WHAT YOU NEED TO DO:
In the listing below, the lines from the first through the one with "from trunnion.records.audit import" are to be copied word for word.

MATERIAL SUPPLIED:
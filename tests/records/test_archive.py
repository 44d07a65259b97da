"""The archive, checked by programs that are not ours, and made the same everywhere."""

from __future__ import annotations

import json
import os
import re
import shutil
import subprocess
import sys
import zipfile
from pathlib import Path

import bagit
import pytest

from trunnion.cli.exits import ExitCode
from trunnion.records.audit import Verdict, audit

pytestmark = pytest.mark.needs("ssh-keygen")
NAME = "MIN-001-A"


def verdict(path: Path, keys: Path | None = None, revoked: Path | None = None) -> Verdict:
    signers = (keys / "allowed_signers").read_bytes() if keys is not None else None
    return audit(path, signers=signers, revoked=revoked.read_bytes() if revoked else None).verdict


def test_an_archive_audits_as_valid_with_keys_from_outside(archived_once, people_keys, issued_once, capsys) -> None:
    for path in (archived_once / NAME, archived_once / f"{NAME}.zip"):
        code = issued_once.run("audit", path, "--signers", people_keys / "allowed_signers")
        assert (code, capsys.readouterr().out.strip().splitlines()[-1]) == (ExitCode.OK, "valid")


def test_without_keys_from_outside_it_is_never_valid(archived_once, issued_once, capsys) -> None:
    code = issued_once.run("audit", archived_once / f"{NAME}.zip")
    assert code == ExitCode.NOT_VOUCHED
    assert "consistent with the archive's own list; signers not vouched for" in capsys.readouterr().out


def test_bagit_validates_the_bag_as_a_program_of_its_own(archived_once) -> None:
    """bagit-python, `bagit.py --validate`; it reads BagIt 1.0 bags (RFC 8493)."""
    done = subprocess.run([sys.executable, bagit.__file__, "--validate", archived_once / NAME], capture_output=True)
    assert done.returncode == 0, done.stderr.decode()
    bag = bagit.Bag(str(archived_once / NAME))
    bag.validate()
    assert bag.version == "1.0"


def test_rfc_8493_by_hand(archived_once) -> None:
    """RFC 8493, sections 2.1.1 (declaration), 2.1.3 (manifest lines), 2.2.1 (tag manifest), 2.2.2 (Payload-Oxum)."""
    root = archived_once / NAME
    assert (root / "bagit.txt").read_bytes() == b"BagIt-Version: 1.0\nTag-File-Character-Encoding: UTF-8\n"
    for name in ("manifest-sha256.txt", "tagmanifest-sha256.txt"):
        lines = (root / name).read_text().splitlines()
        assert all(re.fullmatch(r"[0-9a-f]{64}  \S+", line) for line in lines)
        assert [line.split("  ")[1].startswith("data/") for line in lines] == [name.startswith("manifest")] * len(lines)
    assert not (root / "fetch.txt").exists()
    payload = [path for path in (root / "data").rglob("*") if path.is_file()]
    size = sum(path.stat().st_size for path in payload)
    assert f"Payload-Oxum: {size}.{len(payload)}\n" in (root / "bag-info.txt").read_text()


@pytest.mark.needs("sha256sum")
def test_the_finders_readme_says_what_works(archived_once, people_keys, tmp_path) -> None:
    """Every command of the README is run as it stands there, with the list of keys and nothing of ours."""
    root = archived_once / NAME
    text = (root / "README.txt").read_text()
    commands = [found.replace("\\\n", " ") for found in re.findall(r"\n    ((?:[^\n]*\\\n)*[^\n]+)\n", text)]
    commands = [" ".join(command.split()) for command in commands]
    verifications = [command for command in commands if command.startswith("ssh-keygen")]
    assert len(verifications) == 4
    runnable = [c for c in commands if c.startswith(("ssh-keygen", "sha256sum", "python3"))]
    for command in runnable:
        line = command.replace("KEYS", str(people_keys / "allowed_signers")).replace("python3", sys.executable)
        done = subprocess.run(line, shell=True, cwd=root, capture_output=True)
        assert done.returncode == 0, (line, done.stderr)


def test_the_digest_script_on_its_own_gives_the_signed_digests(archived_once) -> None:
    root = archived_once / NAME
    script = root / "data" / "digest" / "digest.py"
    assert len(script.read_text().splitlines()) <= 40
    bodies = sorted((root / "data" / "package" / "bodies").glob("*.ipynb"))
    done = subprocess.run([sys.executable, "-I", script, *bodies], capture_output=True, check=True, cwd="/")
    told = {line.split()[0] for line in done.stdout.decode().splitlines()}
    for path in (root / "data" / "issued" / "record" / "signatures").glob("*.json"):
        assert {entry["body"] for entry in json.loads(path.read_text())["calculations"]} == told


def test_the_usual_contents_are_there_item_by_item(archived_once) -> None:
    """Contents of a controlled calculation (ASME NQA-1, Requirement 3; list and wording from memory)."""
    root = archived_once / NAME / "data"
    text = (root / "CONTENTS.md").read_text()
    assert "written from memory" in text
    for item in ("purpose", "method", "assumptions", "design inputs", "references", "results", "conclusion",
                 "preparer, checker, approver", "method of the check", "revision history", "subject"):  # fmt: skip
        assert item in text
    named = {name for name in re.findall(r"`([a-z]+/[\w./<>*-]*)`", text) if "<" not in name}
    for name in named:
        assert list(root.glob(name.rstrip("/"))) or name == "templates/", name


def test_the_archive_is_the_same_bytes_elsewhere(issued_once, archived_once, tmp_path) -> None:
    """Another folder, time zone and locale; signatures as kept, no key at hand."""
    shutil.copytree(issued_once.workbook.parent, tmp_path / "else where")
    workbook = tmp_path / "else where" / "miniature"
    environment = {**os.environ, "TZ": "Pacific/Kiritimati", "LC_ALL": "tr_TR.UTF-8", "LANG": "tr_TR.UTF-8"}
    script = "from trunnion.cli.main import run; import sys; run(sys.argv[1:])"
    command = [sys.executable, "-c", script, "archive", workbook, "--into", tmp_path / "made"]
    subprocess.run(command, check=True, env=environment, capture_output=True, cwd=tmp_path)
    assert (tmp_path / "made" / f"{NAME}.zip").read_bytes() == (archived_once / f"{NAME}.zip").read_bytes()


def test_the_zip_holds_the_folder_with_fixed_dates_and_modes(archived_once, tmp_path) -> None:
    with zipfile.ZipFile(archived_once / f"{NAME}.zip") as archive:
        assert {entry.date_time for entry in archive.infolist()} == {(2031, 5, 28, 0, 0, 0)}
        assert {entry.external_attr >> 16 for entry in archive.infolist()} == {0o100644}
        archive.extractall(tmp_path)
    same = {p.relative_to(tmp_path): p.read_bytes() for p in (tmp_path / NAME).rglob("*") if p.is_file()}
    there = archived_once / NAME
    assert same == {p.relative_to(archived_once): p.read_bytes() for p in there.rglob("*") if p.is_file()}


def test_only_an_issued_revision_is_archived(desk, capsys) -> None:
    assert desk.run("archive", desk.workbook, "--key", desk.keys / "a1") == 2
    assert "revision A is not issued" in capsys.readouterr().err


def test_only_a_key_listed_for_it_archives(issued, capsys, tmp_path) -> None:
    shutil.rmtree(issued.workbook / "records" / "archived", ignore_errors=True)
    assert issued.run("archive", issued.workbook, "--key", issued.keys / "c1", "--into", tmp_path / "x") == 2
    assert 'namespaces="archived@trunnion"' in capsys.readouterr().err


def test_an_altered_issue_is_not_archived(issued, capsys, tmp_path) -> None:
    path = issued.workbook / "issued" / "A" / "record" / "findings.json"
    path.write_text("[ ]")
    assert issued.run("archive", issued.workbook, "--key", issued.keys / "a1", "--into", tmp_path / "x") == 2
    assert "findings.json is changed" in capsys.readouterr().err


def test_a_revoked_key_makes_the_archive_not_valid(archived_once, people_keys) -> None:
    assert verdict(archived_once / NAME, people_keys, people_keys / "c1.pub") is Verdict.NOT_VALID


def test_without_ssh_keygen_it_is_valid_by_the_fallback(archived_once, people_keys, monkeypatch) -> None:
    monkeypatch.setattr(shutil, "which", lambda name: None)
    assert verdict(archived_once / NAME, people_keys) is Verdict.VALID


def test_a_withdrawn_revision_is_said_to_be(archived_once, issued_once, people_keys, tmp_path, capsys) -> None:
    copy = Path(shutil.copy(archived_once / f"{NAME}.zip", tmp_path))
    refused = issued_once.run("withdraw", copy, "--reason", "x", "--key", people_keys / "c1")
    assert refused == 2, "a checker does not withdraw"
    assert issued_once.run("withdraw", copy, "--reason", "Old edition", "--key", people_keys / "a1") == 0
    renamed = copy.rename(tmp_path / "another name.zip")
    capsys.readouterr()
    code = issued_once.run("audit", renamed, "--signers", people_keys / "allowed_signers")
    assert (code, "Old edition" in capsys.readouterr().out) == (ExitCode.WITHDRAWN, True)
    notice = next(tmp_path.glob("*.withdrawn.json"))
    notice.write_text(notice.read_text().replace("Old edition", "Nothing"))
    assert verdict(renamed, people_keys) is Verdict.VALID, "a notice that does not verify withdraws nothing, but shows"
    assert issued_once.run("audit", renamed, "--signers", people_keys / "allowed_signers") == 0
    assert "this notice is not good" in capsys.readouterr().out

ANSWER SECTION:
filename tests/records/test_archive.py
repository 44d07a65259b97da
"""The archive, checked by programs that are not ours, and made the same everywhere."""

from __future__ import annotations

import json
import os
import re
import shutil
import subprocess
import sys
import zipfile
from pathlib import Path

import bagit
import pytest

from trunnion.cli.exits import ExitCode
from trunnion.records.audit import Verdict, audit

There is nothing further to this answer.